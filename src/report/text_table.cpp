// Aligned plain-text tables and word wrapping.
#include "sifter/report/text_table.hpp"

#include <algorithm>
#include <sstream>

namespace sifter::report {

namespace {
// Display width of UTF-8 text: count the characters, not the bytes.
std::size_t display_width(const std::string& s) {
  std::size_t n = 0;
  for (unsigned char c : s)
    if ((c & 0xC0) != 0x80) ++n;
  return n;
}
}  // namespace

TextTable::TextTable(std::vector<std::string> header, std::vector<bool> right_aligned)
    : header_(std::move(header)), right_(std::move(right_aligned)) {
  right_.resize(header_.size(), false);
}

void TextTable::add_row(std::vector<std::string> cells) {
  cells.resize(header_.size());
  rows_.push_back(std::move(cells));
}

void TextTable::add_rule() { rows_.emplace_back(); }

std::string TextTable::render(const std::string& indent) const {
  std::vector<std::size_t> width(header_.size());
  for (std::size_t c = 0; c < header_.size(); ++c) width[c] = display_width(header_[c]);
  for (const auto& row : rows_)
    for (std::size_t c = 0; c < row.size(); ++c) width[c] = std::max(width[c], display_width(row[c]));
  std::size_t total = 0;
  for (auto w : width) total += w + 2;
  auto line = [&](const std::vector<std::string>& cells) {
    std::string out = indent;
    for (std::size_t c = 0; c < cells.size(); ++c) {
      const std::string pad(width[c] - display_width(cells[c]), ' ');
      out += right_[c] ? pad + cells[c] : cells[c] + pad;
      if (c + 1 < cells.size()) out += "  ";
    }
    while (!out.empty() && out.back() == ' ') out.pop_back();
    return out + "\n";
  };
  std::string out = line(header_);
  for (const auto& row : rows_) out += row.empty() ? indent + std::string(total - 2, '-') + "\n" : line(row);
  return out;
}

std::string wrap(const std::string& text, std::size_t width, const std::string& indent) {
  std::istringstream words(text);
  std::string word, line, out;
  // Continuation lines hang under the first word when the text starts with "- " or "[".
  const bool hanging = text.rfind("- ", 0) == 0;
  while (words >> word) {
    if (!line.empty() && display_width(line) + 1 + display_width(word) > width) {
      out += (out.empty() ? indent : indent + (hanging ? "  " : "")) + line + "\n";
      line.clear();
    }
    line += (line.empty() ? "" : " ") + word;
  }
  if (!line.empty()) out += (out.empty() ? indent : indent + (hanging ? "  " : "")) + line + "\n";
  return out;
}

}  // namespace sifter::report
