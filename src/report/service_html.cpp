// The report's "service" section: the plant in service against its design.
#include "sifter/model/format.hpp"
#include "sifter/report/html_deliverable.hpp"
#include "sifter/report/service.hpp"
#include "sifter/report/svg.hpp"
#include "sifter/results/sif.hpp"

namespace sifter::report {
namespace {

std::string esc(const std::string& text) { return escape_html(text); }

std::string verdict(const std::optional<bool>& meets) {
  return !meets ? "not judged" : *meets ? "meets" : "falls short";
}

// A table drawn as every table of the report (html_table): a cell starting with "!" is drawn
// as bad. Columns marked in `numeric` are right-aligned and never break inside a number
// ("2.00e-08" would break at "-"); no column is drawn as a key, as this section always was.
std::string table(const std::string& caption, const std::vector<std::string>& header,
                  const std::vector<std::vector<std::string>>& rows, const std::vector<bool>& numeric = {}) {
  Table t{caption, header, numeric, {}, std::vector<bool>(header.size(), false)};
  for (const auto& row : rows) {
    t.rows.emplace_back();
    for (const auto& c : row)
      t.rows.back().push_back(!c.empty() && c[0] == '!' ? Cell{c.substr(1), Tone::kBad} : Cell{c, Tone::kPlain});
  }
  return html_table(t);
}

// Two tables, as in the terminal: what was observed, then the rates against the design; each
// fits the A4 text column (tests/browser_test.sh measures them).
std::string models_table(const ServiceResult& r) {
  std::vector<std::vector<std::string>> observed, design;
  const std::string skewed = skewed_posterior_models(r);
  for (const auto& m : r.models) {
    if (m.devices.empty()) continue;
    const RateEstimate& e = m.estimate;
    observed.push_back({m.model, std::to_string(m.devices.size()), std::to_string(e.failures),
                        plain(e.service_hours / kHoursPerYear), sci_or_dash(e.observed_per_hour),
                        sci_or_dash(e.ci90_low_per_hour), sci_or_dash(e.ci90_high_per_hour)});
    design.push_back({m.model, sci(e.design_per_hour), sci(e.posterior_mean_per_hour),
                      sci(e.posterior_upper90_per_hour) + (e.posterior_bound_below_mean() ? "*" : ""),
                      percent(e.probability_above_design),
                      e.exceeds_design_at_90   ? "!at 90%"
                      : e.exceeds_design_at_70 ? "!at 70%"
                                               : "no"});
  }
  return table("Observed lambda_DU per hour by component model, devices in service pooled",
               {"model", "devices", "failures", "device-years", "observed", "90% low", "90% high"}, observed,
               {false, true, true, true, true, true, true}) +
         table("Against the design rate, per hour; posterior with a prior of " +
                   format_duration(Duration{r.prior_hours}) + " at the design rate",
               {"model", "design", "posterior mean", "posterior 90%", "P(>design)", "exceeds design"}, design,
               {false, true, true, true, true, false}) +
         (skewed.empty()
              ? ""
              : "<p class=\"facts\">* " + esc(skewed) + ": the posterior 90% lies below the posterior mean. " +
                    esc(kSkewedPosteriorNote) + "</p>\n");
}

// The SIFs' verdicts with the service rates, then their counts and due dates: two tables, so
// that each fits the A4 text column.
std::string sifs_table(const ServiceResult& r) {
  std::vector<std::vector<std::string>> verdicts, counts;
  for (const auto& s : r.sifs) {
    std::string restore = "-";
    if (s.restore && s.restore->outcome == IntervalOutcome::kFound)
      restore = "intervals at most " + format_duration(s.restore->longest);
    else if (s.restore && s.restore->outcome == IntervalOutcome::kNone)
      restore = "no interval restores it";
    auto count = [](const CountCheck& c) {
      std::string t = std::to_string(c.observed) + (c.expected ? " (expected " + plain(*c.expected) + ")" : "");
      return c.flagged ? "!" + t : t;
    };
    verdicts.push_back({s.id, sci_or_dash(s.measure_design), sci_or_dash(s.measure_judged),
                        (s.meets_judged == false ? "!" : "") + verdict(s.meets_judged),
                        s.verdict_changed ? "!yes" : "no", restore});
    counts.push_back({s.id, count(s.demands), count(s.spurious_trips),
                      s.earliest_due ? (s.any_overdue ? "!" : "") + to_iso(*s.earliest_due) : "-"});
  }
  return table("SIFs re-verified with the posterior rates (the engine and judge of check)",
               {"SIF", "PFDavg / PFH design", "with service", "verdict", "changed", "restored by"}, verdicts,
               {false, true, true, false, false, false}) +
         table("Demands and spurious trips against the predicted rates, flagged below " + percent(r.flag_below) +
                   "; the earliest proof test due",
               {"SIF", "demands", "spurious trips", "earliest due"}, counts);
}

std::string schedule_table(const ServiceResult& r) {
  std::vector<std::vector<std::string>> rows;
  for (const auto& row : r.schedule)
    rows.push_back({row.component, row.last_test ? to_iso(*row.last_test) : "none",
                    format_duration(Duration{row.interval_hours}), (row.overdue ? "!" : "") + to_iso(row.next_due),
                    row.overdue ? "!overdue" : "due"});
  return table("Proof-test schedule on " + to_iso(r.as_of),
               {"component", "last test", "interval", "next due", "status"}, rows);
}

}  // namespace

std::string service_html(const ServiceResult& r) {
  std::string out = "<section class=\"service\" id=\"service\">\n<h2>In service up to " + esc(to_iso(r.as_of)) +
                    "</h2>\n<p class=\"facts\">Records: " + esc(r.records_file) + ".</p>\n";
  out += models_table(r) + sifs_table(r) + schedule_table(r);
  out += "<ul>\n";
  for (const auto& n : r.notes) out += "<li>" + esc(n) + "</li>\n";
  out += "</ul>\n<aside class=\"caution\"><strong>Caution</strong><p>" + esc(kCaution) + "</p></aside>\n";
  return out + "</section>\n";
}

}  // namespace sifter::report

**WHAT YOU SHOULD DO:** Using the entries above, print each one again without any alteration.

**RESULT BELOW:**
filename src/report/text_table.cpp
// Aligned plain-text tables and word wrapping.
#include "sifter/report/text_table.hpp"

#include <algorithm>
#include <sstream>

namespace sifter::report {

namespace {
// Display width of UTF-8 text: count the characters, not the bytes.
std::size_t display_width(const std::string& s) {
  std::size_t n = 0;
  for (unsigned char c : s)
    if ((c & 0xC0) != 0x80) ++n;
  return n;
}
}  // namespace

TextTable::TextTable(std::vector<std::string> header, std::vector<bool> right_aligned)
    : header_(std::move(header)), right_(std::move(right_aligned)) {
  right_.resize(header_.size(), false);
}

void TextTable::add_row(std::vector<std::string> cells) {
  cells.resize(header_.size());
  rows_.push_back(std::move(cells));
}

void TextTable::add_rule() { rows_.emplace_back(); }

std::string TextTable::render(const std::string& indent) const {
  std::vector<std::size_t> width(header_.size());
  for (std::size_t c = 0; c < header_.size(); ++c) width[c] = display_width(header_[c]);
  for (const auto& row : rows_)
    for (std::size_t c = 0; c < row.size(); ++c) width[c] = std::max(width[c], display_width(row[c]));
  std::size_t total = 0;
  for (auto w : width) total += w + 2;
  auto line = [&](const std::vector<std::string>& cells) {
    std::string out = indent;
    for (std::size_t c = 0; c < cells.size(); ++c) {
      const std::string pad(width[c] - display_width(cells[c]), ' ');
      out += right_[c] ? pad + cells[c] : cells[c] + pad;
      if (c + 1 < cells.size()) out += "  ";
    }
    while (!out.empty() && out.back() == ' ') out.pop_back();
    return out + "\n";
  };
  std::string out = line(header_);
  for (const auto& row : rows_) out += row.empty() ? indent + std::string(total - 2, '-') + "\n" : line(row);
  return out;
}

std::string wrap(const std::string& text, std::size_t width, const std::string& indent) {
  std::istringstream words(text);
  std::string word, line, out;
  // Continuation lines hang under the first word when the text starts with "- " or "[".
  const bool hanging = text.rfind("- ", 0) == 0;
  while (words >> word) {
    if (!line.empty() && display_width(line) + 1 + display_width(word) > width) {
      out += (out.empty() ? indent : indent + (hanging ? "  " : "")) + line + "\n";
      line.clear();
    }
    line += (line.empty() ? "" : " ") + word;
  }
  if (!line.empty()) out += (out.empty() ? indent : indent + (hanging ? "  " : "")) + line + "\n";
  return out;
}

}  // namespace sifter::report
filename src/report/service_html.cpp
// The report's "service" section: the plant in service against its design.
#include "sifter/model/format.hpp"
#include "sifter/report/html_deliverable.hpp"
#include "sifter/report/service.hpp"
#include "sifter/report/svg.hpp"
#include "sifter/results/sif.hpp"

namespace sifter::report {
namespace {

std::string esc(const std::string& text) { return escape_html(text); }

std::string verdict(const std::optional<bool>& meets) {
  return !meets ? "not judged" : *meets ? "meets" : "falls short";
}

// A table drawn as every table of the report (html_table): a cell starting with "!" is drawn
// as bad. Columns marked in `numeric` are right-aligned and never break inside a number
// ("2.00e-08" would break at "-"); no column is drawn as a key, as this section always was.
std::string table(const std::string& caption, const std::vector<std::string>& header,
                  const std::vector<std::vector<std::string>>& rows, const std::vector<bool>& numeric = {}) {
  Table t{caption, header, numeric, {}, std::vector<bool>(header.size(), false)};
  for (const auto& row : rows) {
    t.rows.emplace_back();
    for (const auto& c : row)
      t.rows.back().push_back(!c.empty() && c[0] == '!' ? Cell{c.substr(1), Tone::kBad} : Cell{c, Tone::kPlain});
  }
  return html_table(t);
}

// Two tables, as in the terminal: what was observed, then the rates against the design; each
// fits the A4 text column (tests/browser_test.sh measures them).
std::string models_table(const ServiceResult& r) {
  std::vector<std::vector<std::string>> observed, design;
  const std::string skewed = skewed_posterior_models(r);
  for (const auto& m : r.models) {
    if (m.devices.empty()) continue;
    const RateEstimate& e = m.estimate;
    observed.push_back({m.model, std::to_string(m.devices.size()), std::to_string(e.failures),
                        plain(e.service_hours / kHoursPerYear), sci_or_dash(e.observed_per_hour),
                        sci_or_dash(e.ci90_low_per_hour), sci_or_dash(e.ci90_high_per_hour)});
    design.push_back({m.model, sci(e.design_per_hour), sci(e.posterior_mean_per_hour),
                      sci(e.posterior_upper90_per_hour) + (e.posterior_bound_below_mean() ? "*" : ""),
                      percent(e.probability_above_design),
                      e.exceeds_design_at_90   ? "!at 90%"
                      : e.exceeds_design_at_70 ? "!at 70%"
                                               : "no"});
  }
  return table("Observed lambda_DU per hour by component model, devices in service pooled",
               {"model", "devices", "failures", "device-years", "observed", "90% low", "90% high"}, observed,
               {false, true, true, true, true, true, true}) +
         table("Against the design rate, per hour; posterior with a prior of " +
                   format_duration(Duration{r.prior_hours}) + " at the design rate",
               {"model", "design", "posterior mean", "posterior 90%", "P(>design)", "exceeds design"}, design,
               {false, true, true, true, true, false}) +
         (skewed.empty()
              ? ""
              : "<p class=\"facts\">* " + esc(skewed) + ": the posterior 90% lies below the posterior mean. " +
                    esc(kSkewedPosteriorNote) + "</p>\n");
}

// The SIFs' verdicts with the service rates, then their counts and due dates: two tables, so
// that each fits the A4 text column.
std::string sifs_table(const ServiceResult& r) {
  std::vector<std::vector<std::string>> verdicts, counts;
  for (const auto& s : r.sifs) {
    std::string restore = "-";
    if (s.restore && s.restore->outcome == IntervalOutcome::kFound)
      restore = "intervals at most " + format_duration(s.restore->longest);
    else if (s.restore && s.restore->outcome == IntervalOutcome::kNone)
      restore = "no interval restores it";
    auto count = [](const CountCheck& c) {
      std::string t = std::to_string(c.observed) + (c.expected ? " (expected " + plain(*c.expected) + ")" : "");
      return c.flagged ? "!" + t : t;
    };
    verdicts.push_back({s.id, sci_or_dash(s.measure_design), sci_or_dash(s.measure_judged),
                        (s.meets_judged == false ? "!" : "") + verdict(s.meets_judged),
                        s.verdict_changed ? "!yes" : "no", restore});
    counts.push_back({s.id, count(s.demands), count(s.spurious_trips),
                      s.earliest_due ? (s.any_overdue ? "!" : "") + to_iso(*s.earliest_due) : "-"});
  }
  return table("SIFs re-verified with the posterior rates (the engine and judge of check)",
               {"SIF", "PFDavg / PFH design", "with service", "verdict", "changed", "restored by"}, verdicts,
               {false, true, true, false, false, false}) +
         table("Demands and spurious trips against the predicted rates, flagged below " + percent(r.flag_below) +
                   "; the earliest proof test due",
               {"SIF", "demands", "spurious trips", "earliest due"}, counts);
}

std::string schedule_table(const ServiceResult& r) {
  std::vector<std::vector<std::string>> rows;
  for (const auto& row : r.schedule)
    rows.push_back({row.component, row.last_test ? to_iso(*row.last_test) : "none",
                    format_duration(Duration{row.interval_hours}), (row.overdue ? "!" : "") + to_iso(row.next_due),
                    row.overdue ? "!overdue" : "due"});
  return table("Proof-test schedule on " + to_iso(r.as_of),
               {"component", "last test", "interval", "next due", "status"}, rows);
}

}  // namespace

std::string service_html(const ServiceResult& r) {
  std::string out = "<section class=\"service\" id=\"service\">\n<h2>In service up to " + esc(to_iso(r.as_of)) +
                    "</h2>\n<p class=\"facts\">Records: " + esc(r.records_file) + ".</p>\n";
  out += models_table(r) + sifs_table(r) + schedule_table(r);
  out += "<ul>\n";
  for (const auto& n : r.notes) out += "<li>" + esc(n) + "</li>\n";
  out += "</ul>\n<aside class=\"caution\"><strong>Caution</strong><p>" + esc(kCaution) + "</p></aside>\n";
  return out + "</section>\n";
}

}  // namespace sifter::report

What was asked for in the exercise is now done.